◆ **WHAT YOU ARE ASKED TO DO**: From the entries below, gather every line containing the string "times".

◆ **RECORDS SHOWN**:
-----

impl Chain {
    /// Lowers the chain to the plan that runs it.
    ///
    /// # Errors
    /// What is wrong with a constant (`Error::NotFinite`, `Error::OutOfRange`), what is missing (`Error::Missing`), what
    /// does not fit (`Error::Unfit`), or `Error::Blind` for a bridge that cannot see the wanted strain.
    pub fn plan(&self) -> Result<Plan, Error> {
        self.check()?;
        let chain = self.map(|_, v| exact(v));
        let line = Entry::new(&chain)?;
        // filled in place: stages are large, and firmware has little stack
        let mut stages = Stages::PASS;
        match (&chain.element, &chain.network) {
            (Element::Gauge { gauge, zero, limit }, Network::Bridge(bridge)) => {
                chain.lower_gauge(bridge, gauge, zero, *limit, &line, &mut stages)?;
            }
            (Element::Transducer { law, zero, limit }, Network::Bridge(bridge)) => {
                chain.lower_transducer(bridge, law, zero, *limit, &line, &mut stages)?;
            }
            (element, network) if element.is_thermometer() => {
                chain.lower_thermometer(element, network, &line, &mut stages)?;
            }
            (Element::Direct { scale, offset }, _) => {
                // value = scale · y + offset, so y = (value − offset)/scale
                let (one, none) = (exact(1.0), exact(0.0));
                stages.front = line.front(&padded([-*offset / *scale, one / *scale]), &padded([one, none]));
            }
            _ => return Err(Error::Unfit { what: "strain gauges are read through a bridge" }),
        }
        let covered = Covered { front: stages.front_span, result: stages.span, temperature: stages.temperature_span };
        let (front_span, span, temperature_span) = if self.extrapolate {
            (stages.wide, Span::ALL, Span::ALL)
        } else {
            (stages.front_span, stages.span, stages.temperature_span)
        };
        let (low, high) =
            self.converter.as_ref().map_or((f64::NEG_INFINITY, f64::INFINITY), crate::signal::Converter::end_codes);
        let mut plan = Plan {
            raw: Raw::new(
                Span { low, high },
                self.low_limit,
                self.high_limit,
                !matches!(self.network, Network::Direct),
            ),
            divides_by_supply: line.column.is_some(),
            reading_offset: line.reading_offset(),
            front: stages.front,
            shift: stages.shift,
            heating: stages.heating,
            front_span,
            fault: stages.fault,
            law: stages.law,
            tail: stages.tail,
            span,
            temperature_span,
            extrapolate: self.extrapolate,
            uses: Uses {
                temperature: self.needs_temperature() && matches!(self.temperature, Temperature::Column),
                lead: self.needs_lead_temperature(),
                arms: self.needs_arm_temperatures(),
            },
            covered,
            short: Short::NONE,
        };
        plan.short = Short::of(&plan);
        Ok(plan)
    }
}

/// How the raw reading enters: y = k r + m, or y = k (r + m/k)/s with a supply column.
struct Entry {
    line: Line<Double>,
    column: Option<i8>,
}

impl Entry {
    fn new(chain: &Chain<Double>) -> Result<Self, Error> {
        let column = match chain.supply {
            Supply::Column { exponent } if chain.needs_supply_column() => Some(exponent),
            _ => None,
        };
        Ok(Self { line: chain.line()?, column })
    }

    fn reading_offset(&self) -> f64 {
        if self.column.is_some() { (self.line.m / self.line.k).value() } else { 0.0 }
    }

    /// y = k · entered + m.
    fn scaled(&self) -> (Double, Double) {
        match self.column {
            Some(exponent) => (self.line.k / ten(exponent), exact(0.0)),
            None => (self.line.k, self.line.m),
        }
    }

    /// N and D of y = N/D become those of the number that enters: N − m D and k D. With a supply column that number is
    /// (r + m/k)/s in the column's unit, and only k is left.
    fn apply<const N: usize>(&self, n: &[Double; N], d: &[Double; N]) -> ([Double; N], [Double; N]) {
        let (k, m) = self.scaled();
        let (mut out_n, mut out_d) = (*n, *d);
        for (n, d) in out_n.iter_mut().zip(&mut out_d) {
            *n = *n - m * *d;
            *d = k * *d;
        }
        (out_n, out_d)
    }

    /// The front of the lowest degree that these polynomials need.
    fn front(&self, n: &[Double; 5], d: &[Double; 5]) -> Front {
        let used = |(_, (n, d)): &(usize, (&Double, &Double))| n.value() != 0.0 || d.value() != 0.0;
        let degree = n.iter().zip(d).enumerate().filter(used).map(|(i, _)| i).max();
        let (n, d) = self.apply(n, d);
        let (n, d) = (n.map(Double::value), d.map(Double::value));
        let branch = sign(slope_at_zero(&n, &d));
        let ([n0, n1, n2, ..], [d0, d1, d2, ..]) = (n, d);
        match degree {
            Some(0 | 1) | None => Front::Moebius { n: [n0, n1], d: [d0, d1] },
            Some(2) => Front::Quadratic { n: [n0, n1, n2], d: [d0, d1, d2], branch },
            Some(_) => Front::Quartic { n, d, branch },
        }
    }
}
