impl Mean {
    fn add(&mut self, value: f64) {
        if self.rows == 0 {
            self.first = value;
        } else {
            let step = (value - self.last) * (value - self.last);
            self.steps_squared += step;
            if step > self.largest_squared {
                (self.largest_squared, self.before_largest) = (step, self.rows);
            }
        }
        self.last = value;
        self.rows += 1;
        self.value += value;
        self.excess += value - self.first;
        self.excess_squared += (value - self.first) * (value - self.first);
    }

    fn variance(&self) -> f64 {
        let rows = self.rows as f64;
        ((self.excess_squared - self.excess * self.excess / rows) / (rows - 1.0)).max(0.0)
    }

    /// Variance of the mean of as many readings, each of which scatters as these do.
    fn variance_of_mean(&self, other: &Self) -> Option<f64> {
        let own = [self, other].into_iter().find(|mean| mean.rows > 1)?;
        // u² = s²/n
        Some(own.variance() / self.rows as f64)
    }

    /// Whether one pair of successive readings differs by about the step, and the others do not; not so near an end that the
    /// rows beyond it hardly count.
    fn jumps(&self, step: f64, tolerance: f64) -> bool {
        let beyond = self.before_largest.min(self.rows - self.before_largest) as f64 / self.rows as f64;
        let others = (self.steps_squared - self.largest_squared).max(0.0) / (self.rows as f64 - 2.0).max(1.0);
        self.largest_squared > JUMP * JUMP * step * step
            && self.largest_squared > ABOVE_NOISE * ABOVE_NOISE * others
            && beyond > UNNOTICED * tolerance
    }

    /// Whether it scatters far more than the other stretch, and by enough to move its mean.
    ///
    /// Rows of the other kind, a share f of all, move the mean by f times the step and add f (1 − f) times its square to the
    /// variance.
    fn scatters(&self, other: &Self, step: f64, tolerance: f64) -> bool {
        let (own, other_variance) = (self.variance(), other.variance());
        self.rows > 2
            && other.rows > 2
            && own > SCATTER * SCATTER * other_variance
            && own - other_variance > UNNOTICED * tolerance * step * step
    }
}

/// Watches converted blocks for the shunt steps of a measurement.
pub struct ShuntWatch<'m> {
    measurement: &'m Measurement,
    /// For each step: channel, segment, mean with the shunt and before it.
    steps: Vec<(usize, usize, Mean, Mean)>,
    /// Rows with a time, the earliest and the latest of them, s.
    rows: u64,
    times: [f64; 2],
}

-----

◆ **REPLY**:
    /// Rows of the other kind, a share f of all, move the mean by f times the step and add f (1 − f) times its square to the
    times: [f64; 2],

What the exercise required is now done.